0

I'm looking for a simple way to detect if files have changed in a directory between reboots to avoid unnecessary synchronization. What would be the simplest way to do this in java 8 libraries? Should I XOR the md5 digest of each file or XOR the checksums of each file?

ATM we don't need to handle going into sub directories.

Also we should not be using an OS event to detect this change as the method to detect will only be called at startup. The number of files in the directory can change between different versions of the application but these files will not generally change between reboots.

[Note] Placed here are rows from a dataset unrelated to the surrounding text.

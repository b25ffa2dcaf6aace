import { measureEdits } from "./measureEdits.mjs";
import { atMost, compared } from "./rows.mjs";

/** Edits over stdio, at every length. */
export async function editRows(bench) {
  const rows = [];
  const reached = new Map();
  for (const lines of bench.lengths) {
    const repetitions = bench.smoke ? 10 : lines < 50_000 ? 200 : 100;
    const timings = await measureEdits(lines, { ...bench, repetitions });
    const far = await measureEdits(lines, {
      ...bench,
      repetitions: Math.ceil(repetitions / 10),
      restated: false,
      only: ["burn"],
    });
    reached.set(lines, timings);
    rows.push({ measure: `${named(lines)} lines over stdio, answers of ${timings.payload} bytes` });
    rows.push(compared("opened, first diagnostics and hints (once)", timings.open.ours, timings.open.echo));
    rows.push(
      edit("a digit of a bank, diagnostics and 60 lines of hints", timings.bank, reached, lines, "bank"),
    );
    rows.push(edit("a line inserted, the same", timings.line, reached, lines, "line"));
    rows.push(compared("a burn that reaches nine points", timings.burn.ours, timings.burn.echo));
    rows.push(compared("a burn that reaches all points below", far.burn.ours, far.burn.echo));
    rows.push(burst("ten keystrokes, asked at the end", timings.burst, timings.bank));
    // What the library takes for so many messages shows in the echo server's figure, then the aim's own comparison.
    const each = "ten keystrokes, each asked, the overtaken cancelled";
    rows.push(compared(each, timings.askedBurst.ours, timings.askedBurst.echo));
    rows.push(burst("the same", timings.askedBurst, timings.bank));
  }
  return rows;
}

const named = (lines) => lines.toLocaleString("en-US");

/** The aims stand at two lengths: in ms and against the echo server at one, against that one at the longest. */
function edit(measure, { ours, echo }, reached, lines, kind) {
  const aims = [];
  if (lines === 10_000) {
    aims.push(atMost(ours, 3, "3 ms"), atMost(ours / echo, 2.5, "2.5 times echo"));
  }
  const before = reached.get(10_000)?.[kind].ours;
  if (lines === 50_000 && before) aims.push(atMost(ours / before, 1.5, "1.5 times 10,000 lines"));
  return compared(measure, ours, echo, { aims });
}

/** Against one edit of the same server. The answer for the last text is checked where it is measured. */
function burst(measure, { ours }, one) {
  const aims = [atMost(ours / one.ours, 2, "twice one edit")];
  return compared(measure, ours, one.ours, { against: "one edit", aims });
}
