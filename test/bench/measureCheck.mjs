import { spawnSync } from "node:child_process";
import { mkdtempSync, rmSync, writeFileSync } from "node:fs";
import { tmpdir } from "node:os";
import { join } from "node:path";
import { findings, generateNote } from "./generateNote.mjs";
import { median } from "./median.mjs";

/**
 * Lines a second of `plumbline check`, each time a fresh process, its start-up left out: what a long note takes
 * beyond what a note of 100 lines does. `{ linesPerSecond, long, short }`, the last two the medians in ms.
 */
export function measureCheck(lines, commandLine, repetitions) {
  const shortest = 100;
  const timings = { long: [], short: [] };
  const folders = { long: folderWith(lines), short: folderWith(shortest) };
  try {
    for (let turn = 0; turn < repetitions; turn++) {
      for (const which of ["long", "short"]) timings[which].push(check(commandLine, folders[which]));
    }
  } finally {
    for (const folder of Object.values(folders)) rmSync(folder, { recursive: true });
  }
  const [long, short] = [median(timings.long), median(timings.short)];
  return { linesPerSecond: ((lines - shortest) / Math.max(0.001, long - short)) * 1000, long, short };
}

function folderWith(lines) {
  const folder = mkdtempSync(join(tmpdir(), "plumbline-bench-"));
  writeFileSync(join(folder, "note.plumb"), generateNote(lines));
  return folder;
}

function check(commandLine, cwd) {
  const args = [commandLine, "check", "note.plumb", "--format", "json", "--fail-on", "never"];
  const start = performance.now();
  const { status, stdout, stderr } = spawnSync(process.execPath, args, {
    cwd,
    encoding: "utf8",
    maxBuffer: 1e9,
  });
  const ms = performance.now() - start;
  if (status !== 0) throw new Error(`plumbline check ended with ${status}. ${stderr}`);
  const found = JSON.parse(stdout).files.reduce((sum, file) => sum + file.findings.length, 0);
  if (found !== findings)
    throw new Error(`Wrong answer: check tells ${found} findings where ${findings} are due.`);
  return ms;
}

This looks like a relevant post: https://crypto.stackexchange.com/questions/1368/is-it-a-good-idea-to-use-bitwise-xor-on-a-set-of-md5-sums

simgineer
  • 1,754
  • 2
  • 22
  • 49
  • 3
    Would this help?https://docs.oracle.com/javase/tutorial/essential/io/notification.html – Lyju I Edwinson Nov 06 '19 at 23:47
  • @LyjuIEdwinson Thanks but I'm specifically not looking to detect file changes by OS events as this routine will only be triggered at system startup. – simgineer Nov 06 '19 at 23:59
  • What exactly is meant by "to avoid unnecessary synchronization"? Are you mirroring files to another directory? Then maybe you shuold better just use rsync instead of rolling your own. – Axel Nov 07 '19 at 00:29
  • @Axel It's specific to our application, when these files are modified we need to resync our controller to our database and this process takes a while. Basically there is a large file that is being refactored into smaller xml files via xinclude statements and now I want to dynamically detect if these smaller files have been modified instead of maintaining a list of files in the code. We previously just cached a copy of the md5 of our large file. – simgineer Nov 07 '19 at 00:35
  • @simgineer You should carefully read the file notification, as it not only fired at system startup. – Mạnh Quyết Nguyễn Nov 07 '19 at 04:20

3 Answers3

2

It depends what you mean by "simple".

On the one hand, you could make use of the file timestamps. But the problem is that timestamps can be misleading:

  • Checks depending on time stamps could be affected by clock skew issues. (It depends which clocks are involved, and on how clocks are managed.)

  • It is possible for file timestamps to be reset (e.g. by the "root" user) making it appear that a file has not changed.

  • It is trivial to change a "modified" file timestamp without actually changing the file; e.g. touch.

On the other hand, if you use checksums you have other problems:

  • Computing a file checksum entails reading the entire file. (A partial checksum is not sufficient to detect changes, in general.) Some checksum algorithms are relatively expensive as well.

  • You also need to know what the previous checksum for the file was. That means that you need a way / place to store it. That could be just another file, but then you need some infrastructure to update that file (reliably) as part of the synchronization procedure.

  • XORing multiple checksums has the problem that you then don't know which files have changed. If one file changes you need to synchronize all of them.

  • It is theoretically possible for a file to change and the MD5 checksum to be the same: probability 1 in 2^128. You can probably discount this ... unless yours is a security critical application. (Note that MD5 collision attacks are practical in some contexts; see https://en.wikipedia.org/wiki/Collision_attack)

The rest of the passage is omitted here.